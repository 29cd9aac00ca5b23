import { findAuditEvents } from "@/lib/audit/find";
import { route } from "@/lib/http/route";
import { auditPage, auditQuery } from "@/lib/people/schema";

export const GET = route({
  permission: "audit log",
  summary: "Who did what and when, newest first",
  query: auditQuery,
  answer: auditPage,
  handle: ({ person, query }) => findAuditEvents({ by: person, ...query }),
});
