import { formatNumber, listOf } from "@/lib/format";
import type { SweepAnswer } from "@/lib/readings/schema";

type Judged = NonNullable<SweepAnswer["judged"]>;

export type FlagWords = { flag: string; head: string; rest: string };

const few = (value: number) => formatNumber(Number(value.toPrecision(2)));
const COUNTS = "The repeat counts, and is noted.";
const LEFT_OUT = "The repeat is left out of the phase value.";

/** What each flag says and does to the phase value, with the figure that it was judged by where there is one. */
export function flagWords(flags: readonly string[], judged: Judged | null | undefined, snr: number | null | undefined): FlagWords[] {
  return flags.map((flag) => ({ flag, ...wordsOf(flag, judged, snr) }));
}

function wordsOf(flag: string, judged: Judged | null | undefined, snr: number | null | undefined): Omit<FlagWords, "flag"> {
  switch (flag) {
    case "failed":
      return { head: "Nothing could be fitted", rest: `no resonance stands out of this sweep. ${LEFT_OUT}` };
    case "edge":
      return { head: "The resonance lies at the edge of the sweep", rest: `f₀ is outside its middle 80 %. ${LEFT_OUT}` };
    case "bent":
      return { head: "The peak is bent", rest: `the frequency follows the amplitude by more than a tenth of a half-width, significant at 4σ; less drive would help. ${LEFT_OUT}` };
    case "narrow":
      return { head: "The sweep is narrow", rest: `it spans ${judged ? `${few(judged.spanHalfWidths)} half-widths, ` : ""}less than 2.5. ${COUNTS}` };
    case "sparse":
      return { head: "Few points lie on the peak", rest: `${judged ? `${judged.pointsInBand} inside half power, ` : ""}fewer than 3. ${COUNTS}` };
    case "noisy":
      return { head: "The signal is weak", rest: `signal to noise ${snr == null ? "" : `${few(snr)}, `}below 5. ${COUNTS}` };
    case "distorted":
      return { head: "The residuals follow each other", rest: `${judged ? `lag-1 correlation ${few(judged.lag1)}, more than ${few(judged.lag1Limit)}. ` : ""}A bubble or a second mode can do this. ${COUNTS}` };
    case "rushed":
      return { head: "The sweep was hurried", rest: `each point had ${judged?.dwellRingDowns ? `${few(judged.dwellRingDowns)} ring-down times, ` : ""}less than 5. ${COUNTS}` };
    case "clock":
      return { head: "The rig’s clock is doubtful", rest: `the time of this repeat does not fit its neighbours; its order does. ${COUNTS}` };
    case "late":
      return { head: "It came late", rest: "after its phase had closed. It never counts." };
    default:
      return { head: flag, rest: COUNTS };
  }
}

/** What is well, in a few sentences. */
export function wellWords(flags: readonly string[], judged: Judged | null | undefined): string {
  if (!judged || flags.includes("failed")) return "";
  const is = (flag: string) => !flags.includes(flag);
  return [
    `Converged.`,
    is("edge") && "f₀ lies in the middle of the sweep.",
    (is("narrow") || is("sparse")) && `Span is ${few(judged.spanHalfWidths)} half-widths, with ${judged.pointsInBand} points inside half power.`,
    is("noisy") && "Signal is strong.",
    is("distorted") && "Residuals are free of each other.",
    is("rushed") && judged.dwellRingDowns !== null && `Dwell is ${few(judged.dwellRingDowns)} ring-down times.`,
    is("bent") && "Peak not bent at 4σ.",
    (is("clock") || is("late")) && `${listOf([is("clock") ? "Clock right" : "", is("late") ? "not late" : ""].filter(Boolean)).replace(" and ", ", ")}.`,
  ]
    .filter(Boolean)
    .join(" ");
}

----------------------------------------

Exercise description |
What lines of the listing above hold "resonance"? Copy all of them.

Solution below |
      return { head: "Nothing could be fitted", rest: `no resonance stands out of this sweep. ${LEFT_OUT}` };
      return { head: "The resonance lies at the edge of the sweep", rest: `f₀ is outside its middle 80 %. ${LEFT_OUT}` };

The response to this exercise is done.